Replace characters in column names gsub

yake84 picture yake84 · Sep 24, 2016 · Viewed 34.5k times · Source

I am reading in a bunch of CSVs that have stuff like "sales - thousands" in the title and come into R as "sales...thousands". I'd like to use a regular expression (or other simple method) to clean these up.

I can't figure out why this doesn't work:

#mock data
  a <- data.frame(this.is.fine = letters[1:5],
                  this...one...isnt = LETTERS[1:5])

#column names
  colnames(a)
  # [1] "this.is.fine"  "this...one...isnt"

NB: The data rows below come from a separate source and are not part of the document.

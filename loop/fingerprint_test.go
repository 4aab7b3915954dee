package loop

import (
	"crypto/sha256"
	"fmt"
	"os"
	"testing"
)

// TestFingerprintDump writes the JSON of fixed-seed reports to the file
// named by FADELOOP_FINGERPRINT (refactoring aid: compare before/after).
func TestFingerprintDump(t *testing.T) {
	path := os.Getenv("FADELOOP_FINGERPRINT")
	if path == "" {
		t.Skip("set FADELOOP_FINGERPRINT")
	}
	c := CanonicalScenario()
	c.Run.Slots, c.Run.WarmupSlots = 6000, 600
	c2 := c
	c2.Groups = append([]UserGroup(nil), c.Groups...)
	c2.OuterLoop.Enabled = true
	id := baseScenario(4, 4000)
	id.InnerLoop.Mode = InnerModeIdeal
	out := ""
	for i, sc := range []Scenario{c, c2, richScenario(), id} {
		opts := RunOptions{}
		if i == 2 {
			opts.Trace = TraceOptions{Users: []int{0, 7}, Decimation: 7}
		}
		j := reportJSON(t, mustRun(t, sc, nil, opts))
		out += fmt.Sprintf("%d %x\n%s\n", i, sha256.Sum256([]byte(j)), j)
	}
	g := [][]float64{{1, 0.1}, {0.2, 1}}
	j := reportJSON(t, fmMatrix(t, g, 5, 0.01, InnerModeClosedLoop, 0.5))
	out += fmt.Sprintf("fm %x\n%s\n", sha256.Sum256([]byte(j)), j)
	if err := os.WriteFile(path, []byte(out), 0o644); err != nil {
		t.Fatal(err)
	}
}
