func runCapacity(e *env, fs *flag.FlagSet) action {
	var ov scenarioOverrides
	runSettingFlags(fs, &ov)
	request := fs.String("request", "", "capacity request `FILE` (protojson CapacityRequest in JSON or YAML)")
	group := fs.Int("group", -1, "index `G` of the group whose count is scaled (default 0)")
	outage := fs.Float64("outage-limit", 0, "largest acceptable aggregate outage `P` (fraction, e.g. 0.05); required")
	minCount := fs.Int("min-count", 0, "smallest group count `N` tried (0: 1)")
	maxCount := fs.Int("max-count", 0, "largest group count `N` tried (0: double upward until a count fails)")
	reps := fs.Int("replications", 0, "replications `N` per evaluated count (0: 4)")
	confidence := fs.Float64("confidence", 0, "confidence `C` of the intervals (0: 0.95)")
	maxUS := fs.Int64("max-user-slots", 0, "budget `N` of simulated users × slots (0: none)")
	return func(ctx context.Context, args []string) error {
		var err error
		if err := e.g.checkFormat("table", "csv", "json"); err != nil {
			return err
		}
		req := &pb.CapacityRequest{}
		var reqFile *client.SourceFile
		if *request != "" {
			if reqFile, err = readRequestFile(*request, req); err != nil {
				return err
			}
		}
		var sf *client.ScenarioFile
		if len(args) > 0 || req.Base == nil {
			if sf, err = loadScenario(args); err != nil {
				return err
			}
			req.Base = proto.Clone(sf.Scenario).(*pb.Scenario)
		}
		if err := ov.apply(req.Base); err != nil {
			return err
		}
		for _, x := range []struct {
			dst  *int32
			v    int
			name string
		}{{&req.MinCount, *minCount, "min-count"}, {&req.MaxCount, *maxCount, "max-count"}, {&req.Replications, *reps, "replications"}} {
			if x.v < 0 || x.v > math.MaxInt32 {
				return badInputf("--%s %d: must be >= 0", x.name, x.v)
			}
			if x.v != 0 {
				*x.dst = int32(x.v)
			}
		}
		if *group >= 0 {
			if *group > math.MaxInt32 {
				return badInputf("--group %d: too large", *group)
			}
			req.Group = int32(*group)
		}
		if *outage != 0 {
			req.OutageLimit = *outage
		}
		if req.OutageLimit == 0 {
			return badInputf("--outage-limit is required (the largest acceptable outage, e.g. 0.05)")
		}
		if *confidence != 0 {
			req.Confidence = *confidence
		}
		if *maxUS != 0 {
			req.MaxUserSlots = *maxUS
		}
		out, cl, release, err := e.session()
		if err != nil {
			return err
		}
		defer release()
		hi := int(req.GetMaxCount())
		if hi == 0 {
			hi = 4096
		}
		r := float64(req.GetReplications())
		if r == 0 {
			r = 4
		}
		worst := float64(2+2*bits.Len(uint(hi))) * r
		prog := e.newProgress("user-slots/s")
		res, err := cl.Capacity(ctx, req, func(p *pb.SearchProgress) {
			prog.update(float64(p.GetReplicationsDone())/worst, float64(p.GetUserSlotsDone())/math.Max(p.GetElapsedS(), 1e-9))
		})
		prog.done()
		if err != nil {
			if inv, ok := client.AsInvalidInput(err); ok {
				return searchLocate(sf, reqFile, inv)
			}
			return err
		}
		switch e.g.format {
		case "json":
			b, err := marshalJSON(res)
			if err != nil {
				return err
			}
			out.Writer().Write(b)
		case "csv":
			if err := writeCapacityCSV(out.Writer(), res); err != nil {
				return err
			}
		default:
			writeCapacityTable(out.Writer(), req, res)
		}
		return out.commit()
	}
}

#function to remove multiple spaces
  colClean <- function(x){
    colnames(x) <- gsub("\\.\\.+", ".", colnames(x))
  }

#run function
  colClean(a)

#names go unaffected
  colnames(a)
  # [1] "this.is.fine"  "this...one...isnt"

but this code does:

#direct change to names
  colnames(a) <- gsub("\\.\\.+", ".", colnames(a))

#new names
  colnames(a)
  # [1] "this.is.fine"  "this.one.isnt"

Note that I'm fine leaving one period between words when that occurs.

Thank you.

Answer

Rajnish Kumar picture Rajnish Kumar · Mar 22, 2017
names(a) <- gsub(x = names(a), pattern = "\\.", replacement = "#")  

you can use gsub function to replace . with another special character like #.